Your statement that "life...[is e]ver so much existentially better than not existing at all" is just an opinion, is it not?

Robert Paul Howard

You said it well for how I believe. That we exist at all is the mystery and it alone is enough if there should be no more. Live like there is more and at the same that there is not and life will be lived most fully. One thing for sure, the man you are today, that man only gets this one shot at it even if your soul goes on.

Robert, yes, the proposition that existing is better than non-existing is an opinion. But it is an almost universal one, so I presented it as a fact (or quasi-fact).

People do commit suicide. However, since suicide is so rare this shows that for almost everyone on Earth, life is preferable to death.

Extreme suffering and pain can, of course, make non-existence look better than existence. I recognize and respect that, along with my fellow Oregonians (we were the first state to have an assisted-dying law; now Washington does too).

Again, I was referring to a general rule: people value living more than not-living, existing more than not-existing.

Rain, nicely said. You point to a problem with reincarnation being the antidote to death. If I lived before, I don't know that now. So it's as if this is my first and only life.

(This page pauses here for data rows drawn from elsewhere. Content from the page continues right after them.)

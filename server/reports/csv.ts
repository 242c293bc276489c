/**
 * The week report as CSV: a header naming each column with its unit (ingest/words/report.ts
 * REPORT_COLUMNS), a first line for the whole shop (its first cell says so) and one line per
 * zone, values in the reader's unit. UTF-8 with CRLF line ends, as spreadsheets expect.
 */
import Papa from 'papaparse';

import type { WeekReport } from '@/ingest/wire/reports';
import { REPORT_COLUMNS, SHOP_WIDE_LABEL, type ReportCell } from '@/ingest/words/report';

/**
 * A spreadsheet runs a cell that begins with = + - @ (or a tab or carriage return) as a formula;
 * a zone named "=HYPERLINK(…)" must stay text. OWASP's CSV injection advice: prefix a single
 * quote. Only text cells: a negative number is a number, not a formula.
 */
export function neutraliseCell(text: string): string {
  return /^[=+\-@\t\r]/.test(text) ? `'${text}` : text;
}

/** Numbers with at most 3 decimals (hours to 3.6 s, temperatures to a thousandth of a degree). */
function cellText(value: ReportCell, kind: 'text' | 'number' | 'time'): string {
  if (value === null) return '';
  if (typeof value === 'number') return String(Number(value.toFixed(3)));
  return kind === 'text' ? neutraliseCell(value) : value;
}

export function weekReportCsv(report: WeekReport): string {
  const { unit } = report;
  const tz = report.shop.timeZone;
  const header = REPORT_COLUMNS.map((c) => c.label(unit));
  const shopLine = REPORT_COLUMNS.map((c, i) =>
    i === 0 ? SHOP_WIDE_LABEL : cellText(c.shop?.(report.shopWide, unit, tz) ?? null, c.kind),
  );
  const zoneLines = report.zones.map((z) =>
    REPORT_COLUMNS.map((c) => cellText(c.zone(z, unit, tz), c.kind)),
  );
  return `${Papa.unparse([header, shopLine, ...zoneLines], { newline: '\r\n' })}\r\n`;
}
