/** Server configuration, read from the environment once at start-up and validated. */
import { z } from 'zod';

import { DEFAULT_QUERY_TIMEOUT_MS, DEFAULT_STATEMENT_TIMEOUT_MS } from '@/db';

import { DEFAULT_MAX_PENDING_ROWS } from './readings/writer';

const envSchema = z.object({
  DATABASE_URL: z.string().regex(/^postgres(ql)?:\/\//, 'DATABASE_URL must be a postgres:// URL'),
  // A slow database answers 503 after these instead of holding requests (see db/index.ts).
  DB_STATEMENT_TIMEOUT_MS: z.coerce.number().int().min(100).default(DEFAULT_STATEMENT_TIMEOUT_MS),
  DB_QUERY_TIMEOUT_MS: z.coerce.number().int().min(100).default(DEFAULT_QUERY_TIMEOUT_MS),
  // Readings accepted but not yet committed, at most; past it ingest answers 503 busy.
  INGEST_MAX_PENDING_ROWS: z.coerce.number().int().min(1000).default(DEFAULT_MAX_PENDING_ROWS),
  PORT: z.coerce.number().int().min(0).max(65535).default(8080),
  HOST: z.string().default('127.0.0.1'),
  // Signs session tokens; every instance behind one load balancer must share it.
  SESSION_SECRET: z.string().min(32, 'SESSION_SECRET must be at least 32 characters'),
  // Set when served over HTTPS so the session cookie is marked Secure.
  COOKIE_SECURE: z
    .enum(['true', 'false'])
    .default('false')
    .transform((v) => v === 'true'),
  WEB_DIR: z.string().optional(),
  // Outgoing mail. Without SMTP_HOST the server runs its own SMTP server on loopback and keeps
  // what it receives in memory (see server/mail/); DEV_OUTBOX=true shows it at /dev/outbox.
  SMTP_HOST: z.string().min(1).optional(),
  SMTP_PORT: z.coerce.number().int().min(0).max(65535).optional(),
  MAIL_FROM: z.string().min(3).default('Drybench <no-reply@drybench.example>'),
  // Where people reach the app; links in e-mail point here.
  PUBLIC_URL: z
    .url({ protocol: /^https?$/, error: 'PUBLIC_URL must be an http(s) URL' })
    .optional(),
  DEV_OUTBOX: z
    .enum(['true', 'false'])
    .default('false')
    .transform((v) => v === 'true'),
});

export interface Config {
  databaseUrl: string;
  statementTimeoutMs: number;
  queryTimeoutMs: number;
  ingestMaxPendingRows: number;
  port: number;
  host: string;
  sessionSecret: string;
  cookieSecure: boolean;
  webDir?: string;
  mail: {
    /** Absent: use the in-process local SMTP server. */
    smtpHost?: string;
    smtpPort?: number;
    from: string;
  };
  /** Origin of the app as people reach it, without a trailing slash. */
  publicUrl: string;
  devOutbox: boolean;
}

// The server's statement_timeout should fire first: it cancels the statement on the database
// too, where the client-side limit only stops waiting for it.
const checkedEnvSchema = envSchema.refine(
  (e) => e.DB_STATEMENT_TIMEOUT_MS < e.DB_QUERY_TIMEOUT_MS,
  {
    path: ['DB_QUERY_TIMEOUT_MS'],
    message: 'DB_QUERY_TIMEOUT_MS must be longer than DB_STATEMENT_TIMEOUT_MS',
  },
);

export function readConfig(env: NodeJS.ProcessEnv = process.env): Config {
  const parsed = checkedEnvSchema.safeParse(env);
  if (!parsed.success) {
    const lines = parsed.error.issues.map((i) => `  ${i.path.join('.')}: ${i.message}`);
    throw new Error(`Invalid configuration:\n${lines.join('\n')}`);
  }
  const e = parsed.data;
  return {
    databaseUrl: e.DATABASE_URL,
    statementTimeoutMs: e.DB_STATEMENT_TIMEOUT_MS,
    queryTimeoutMs: e.DB_QUERY_TIMEOUT_MS,
    ingestMaxPendingRows: e.INGEST_MAX_PENDING_ROWS,
    port: e.PORT,
    host: e.HOST,
    sessionSecret: e.SESSION_SECRET,
    cookieSecure: e.COOKIE_SECURE,
    webDir: e.WEB_DIR,
    mail: { smtpHost: e.SMTP_HOST, smtpPort: e.SMTP_PORT, from: e.MAIL_FROM },
    publicUrl: (e.PUBLIC_URL ?? `http://${e.HOST}:${e.PORT}`).replace(/\/+$/, ''),
    devOutbox: e.DEV_OUTBOX,
  };
}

Living a previous life, if this is possible, doesn't change anything in regard to the mystery (and anxiety) of death.

I came across this since I've recently decided that at least for starters it's better to face the fear of death (for me more precisely, the fear of extinction--not that the possibility of pain or other indignities of dying don't worry me, but at least they'll pass!--and have been looking for some good discussions.

One thing I'm wondering about is the legacy question. What good is a legacy? If there's no afterlife what difference will it make to one if one is remembered?

Fausta inquires: "What good is a legacy? If there's no afterlife what difference will it make to one if one is remembered?"

--As far as the universe is concerned I don't think it matters at all what ones legacy is, good or bad. Is it going to matter after a million years let alone billions of years? There once was a very nice tyrannosuarus rex who decided not to eat hapless triceratops and to dine on ferns instead. But do we know of this creature's kindness? Has its legacy of gentleness been passed down through the eaons?

Your legacy only matters to you and how you want to live your life..with accomplishment, generosity and kindness or something else. It is for your satisfaction now, because in ten thousand years nobody is going to care or remember and your offspring and the tall buildings you left behind will be nothing but atoms morphing into other forms.

Does anyone think people in the year 140329 are going to remember Donald Trump and Trump Tower or that his great to the sixth power grandchildren will have any idea of him? His genes will be so diluted that they will bear no resemblance to him at all. They may look more like Othello.

Fausta, I pretty much agree with tucson's take on this "legacy" question. Whatever we do in this life should give us satisfaction and meaning now. We can't count on a hereafter to make the present moment right.

I've pondered the same question you are. It makes me feel good to think that this and that, stuff I've done and stuff I'll leave behind when I die, will have made the world a somewhat better place.

But you're right: likely I'm not going to be aware of anything after I'm dead, including the effects of the life I'm living now. So this makes me more determined to make a difference here and now, because there and then is a mirage.